• **WHAT YOU SHOULD DO**
Find "add := func(d" in the data, then restate the line it sits in and every later line word for word, ending with the last line.

• **RECORDS FOR THE TASK**
// de00Metric returns the upper-triangular factor U (UᵀU = M) of the local
// quadratic form of CIEDE2000 at the colour t: for small differences d in
// CIELAB, ΔE00(t, t + d)² ≈ dᵀ·M·d, so ‖U·d‖ approximates ΔE00. M is found
// by polarisation from ΔE00 at steps of h = 1e-3 along the axes and their
// sums. A target whose form is not positive definite (it always is for
// CIEDE2000; the fallback is defensive) gets the identity, i.e. ΔE*ab.
func de00Metric(t colorimetry.Lab) [3][3]float64 {
	const h = 1e-3
	add := func(d [3]float64) colorimetry.Lab {
		return colorimetry.Lab{L: t.L + d[0], A: t.A + d[1], B: t.B + d[2]}
	}
	sq := func(d [3]float64) float64 {
		e := colorimetry.DeltaE2000(t, add(d))
		return e * e / (h * h)
	}
	var m [3][3]float64
	var diag [3]float64
	for i := range 3 {
		var d [3]float64
		d[i] = h
		diag[i] = sq(d)
		m[i][i] = diag[i]
	}
	for i := range 3 {
		for j := i + 1; j < 3; j++ {
			var d [3]float64
			d[i], d[j] = h, h
			m[i][j] = 0.5 * (sq(d) - diag[i] - diag[j])
			m[j][i] = m[i][j]
		}
	}
	// Cholesky M = UᵀU.
	var u [3][3]float64
	for i := range 3 {
		s := m[i][i]
		for k := range i {
			s -= u[k][i] * u[k][i]
		}
		if !(s > 0) {
			return [3][3]float64{{1, 0, 0}, {0, 1, 0}, {0, 0, 1}}
		}
		u[i][i] = math.Sqrt(s)
		for j := i + 1; j < 3; j++ {
			v := m[i][j]
			for k := range i {
				v -= u[k][i] * u[k][j]
			}
			u[i][j] = v / u[i][i]
		}
	}
	return u
}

• **ANSWER AREA**
	add := func(d [3]float64) colorimetry.Lab {
		return colorimetry.Lab{L: t.L + d[0], A: t.A + d[1], B: t.B + d[2]}
	}
	sq := func(d [3]float64) float64 {
		e := colorimetry.DeltaE2000(t, add(d))
		return e * e / (h * h)
	}
	var m [3][3]float64
	var diag [3]float64
	for i := range 3 {
		var d [3]float64
		d[i] = h
		diag[i] = sq(d)
		m[i][i] = diag[i]
	}
	for i := range 3 {
		for j := i + 1; j < 3; j++ {
			var d [3]float64
			d[i], d[j] = h, h
			m[i][j] = 0.5 * (sq(d) - diag[i] - diag[j])
			m[j][i] = m[i][j]
		}
	}
	// Cholesky M = UᵀU.
	var u [3][3]float64
	for i := range 3 {
		s := m[i][i]
		for k := range i {
			s -= u[k][i] * u[k][i]
		}
		if !(s > 0) {
			return [3][3]float64{{1, 0, 0}, {0, 1, 0}, {0, 0, 1}}
		}
		u[i][i] = math.Sqrt(s)
		for j := i + 1; j < 3; j++ {
			v := m[i][j]
			for k := range i {
				v -= u[k][i] * u[k][j]
			}
			u[i][j] = v / u[i][i]
		}
	}
	return u
}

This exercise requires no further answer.